Every line in the records below between the one holding "notes.extend(rival.too_small.iter().map(too_small));" and the one holding "let by_relaxation: u32", inclusive, is to be set down exactly; all other lines are to be left out.

Collected data:
*-*-*
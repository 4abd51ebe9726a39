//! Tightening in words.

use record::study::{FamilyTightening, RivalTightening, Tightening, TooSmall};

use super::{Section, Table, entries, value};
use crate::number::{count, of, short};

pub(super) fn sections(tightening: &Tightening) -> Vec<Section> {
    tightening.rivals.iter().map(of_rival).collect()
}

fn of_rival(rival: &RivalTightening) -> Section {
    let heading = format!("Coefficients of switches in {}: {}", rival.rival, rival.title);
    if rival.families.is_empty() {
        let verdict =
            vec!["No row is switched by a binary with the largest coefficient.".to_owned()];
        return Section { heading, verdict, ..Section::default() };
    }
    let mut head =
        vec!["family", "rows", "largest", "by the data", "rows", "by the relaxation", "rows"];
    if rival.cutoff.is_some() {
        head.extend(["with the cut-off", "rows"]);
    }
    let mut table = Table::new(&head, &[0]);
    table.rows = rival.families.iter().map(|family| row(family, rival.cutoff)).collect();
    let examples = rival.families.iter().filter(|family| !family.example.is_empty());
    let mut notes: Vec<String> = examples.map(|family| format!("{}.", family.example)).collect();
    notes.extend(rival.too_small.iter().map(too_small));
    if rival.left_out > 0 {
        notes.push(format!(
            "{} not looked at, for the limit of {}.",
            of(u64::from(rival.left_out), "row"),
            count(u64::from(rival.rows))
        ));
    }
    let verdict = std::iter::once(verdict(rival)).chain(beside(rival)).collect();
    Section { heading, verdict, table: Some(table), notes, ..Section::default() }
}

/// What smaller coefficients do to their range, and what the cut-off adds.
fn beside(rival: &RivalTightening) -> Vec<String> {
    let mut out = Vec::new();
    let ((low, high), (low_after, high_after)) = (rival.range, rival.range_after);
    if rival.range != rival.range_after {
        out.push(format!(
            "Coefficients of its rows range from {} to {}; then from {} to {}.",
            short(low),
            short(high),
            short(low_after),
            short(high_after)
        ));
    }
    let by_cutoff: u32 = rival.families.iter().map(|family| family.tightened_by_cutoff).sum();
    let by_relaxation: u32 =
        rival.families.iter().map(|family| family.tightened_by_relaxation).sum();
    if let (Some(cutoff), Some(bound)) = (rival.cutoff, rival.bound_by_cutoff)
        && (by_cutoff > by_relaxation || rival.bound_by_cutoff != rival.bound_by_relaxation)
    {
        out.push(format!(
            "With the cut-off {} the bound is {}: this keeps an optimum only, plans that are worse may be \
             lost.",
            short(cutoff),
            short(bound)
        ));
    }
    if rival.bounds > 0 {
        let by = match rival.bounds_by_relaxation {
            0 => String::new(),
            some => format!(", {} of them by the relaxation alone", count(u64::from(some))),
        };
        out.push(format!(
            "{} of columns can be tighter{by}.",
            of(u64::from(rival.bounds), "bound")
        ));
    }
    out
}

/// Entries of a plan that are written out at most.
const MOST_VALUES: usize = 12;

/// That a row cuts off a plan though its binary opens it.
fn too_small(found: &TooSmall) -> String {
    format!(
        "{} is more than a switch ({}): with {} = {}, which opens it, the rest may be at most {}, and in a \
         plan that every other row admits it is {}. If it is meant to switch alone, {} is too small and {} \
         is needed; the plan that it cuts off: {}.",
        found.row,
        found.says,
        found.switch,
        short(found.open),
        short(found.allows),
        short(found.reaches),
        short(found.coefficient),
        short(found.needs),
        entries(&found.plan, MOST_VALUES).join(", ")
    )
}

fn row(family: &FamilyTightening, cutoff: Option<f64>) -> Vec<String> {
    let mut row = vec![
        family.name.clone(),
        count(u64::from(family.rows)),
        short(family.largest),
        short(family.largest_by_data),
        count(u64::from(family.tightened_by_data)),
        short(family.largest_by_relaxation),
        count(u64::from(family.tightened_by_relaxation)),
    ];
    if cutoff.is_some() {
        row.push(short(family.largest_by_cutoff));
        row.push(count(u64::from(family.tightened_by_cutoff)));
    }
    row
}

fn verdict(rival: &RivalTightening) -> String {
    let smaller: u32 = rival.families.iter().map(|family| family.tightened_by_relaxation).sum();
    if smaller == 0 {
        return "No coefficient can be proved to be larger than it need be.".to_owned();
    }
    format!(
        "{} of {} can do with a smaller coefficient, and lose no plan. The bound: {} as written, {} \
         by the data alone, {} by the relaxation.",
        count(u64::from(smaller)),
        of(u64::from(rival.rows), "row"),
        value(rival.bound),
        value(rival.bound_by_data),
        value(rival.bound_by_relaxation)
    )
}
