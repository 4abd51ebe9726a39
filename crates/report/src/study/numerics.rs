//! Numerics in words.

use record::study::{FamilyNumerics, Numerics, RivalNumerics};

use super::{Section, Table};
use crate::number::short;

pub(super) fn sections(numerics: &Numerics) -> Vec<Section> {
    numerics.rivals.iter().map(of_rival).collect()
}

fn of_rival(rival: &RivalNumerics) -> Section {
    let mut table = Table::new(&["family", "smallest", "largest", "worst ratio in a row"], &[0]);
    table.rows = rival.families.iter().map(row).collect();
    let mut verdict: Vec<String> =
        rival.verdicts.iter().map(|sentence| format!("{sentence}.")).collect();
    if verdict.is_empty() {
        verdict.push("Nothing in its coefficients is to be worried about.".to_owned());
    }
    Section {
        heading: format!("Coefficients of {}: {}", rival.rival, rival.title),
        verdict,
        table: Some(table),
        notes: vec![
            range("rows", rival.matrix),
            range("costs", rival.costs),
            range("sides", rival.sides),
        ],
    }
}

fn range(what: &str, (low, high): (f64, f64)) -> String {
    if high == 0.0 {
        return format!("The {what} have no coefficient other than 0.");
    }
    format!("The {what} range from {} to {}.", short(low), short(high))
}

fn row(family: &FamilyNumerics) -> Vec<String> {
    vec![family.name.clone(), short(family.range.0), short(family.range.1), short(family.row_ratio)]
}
*-*-*
Task solution:
    notes.extend(rival.too_small.iter().map(too_small));
    if rival.left_out > 0 {
        notes.push(format!(
            "{} not looked at, for the limit of {}.",
            of(u64::from(rival.left_out), "row"),
            count(u64::from(rival.rows))
        ));
    }
    let verdict = std::iter::once(verdict(rival)).chain(beside(rival)).collect();
    Section { heading, verdict, table: Some(table), notes, ..Section::default() }
}

/// What smaller coefficients do to their range, and what the cut-off adds.
fn beside(rival: &RivalTightening) -> Vec<String> {
    let mut out = Vec::new();
    let ((low, high), (low_after, high_after)) = (rival.range, rival.range_after);
    if rival.range != rival.range_after {
        out.push(format!(
            "Coefficients of its rows range from {} to {}; then from {} to {}.",
            short(low),
            short(high),
            short(low_after),
            short(high_after)
        ));
    }
    let by_cutoff: u32 = rival.families.iter().map(|family| family.tightened_by_cutoff).sum();
    let by_relaxation: u32 =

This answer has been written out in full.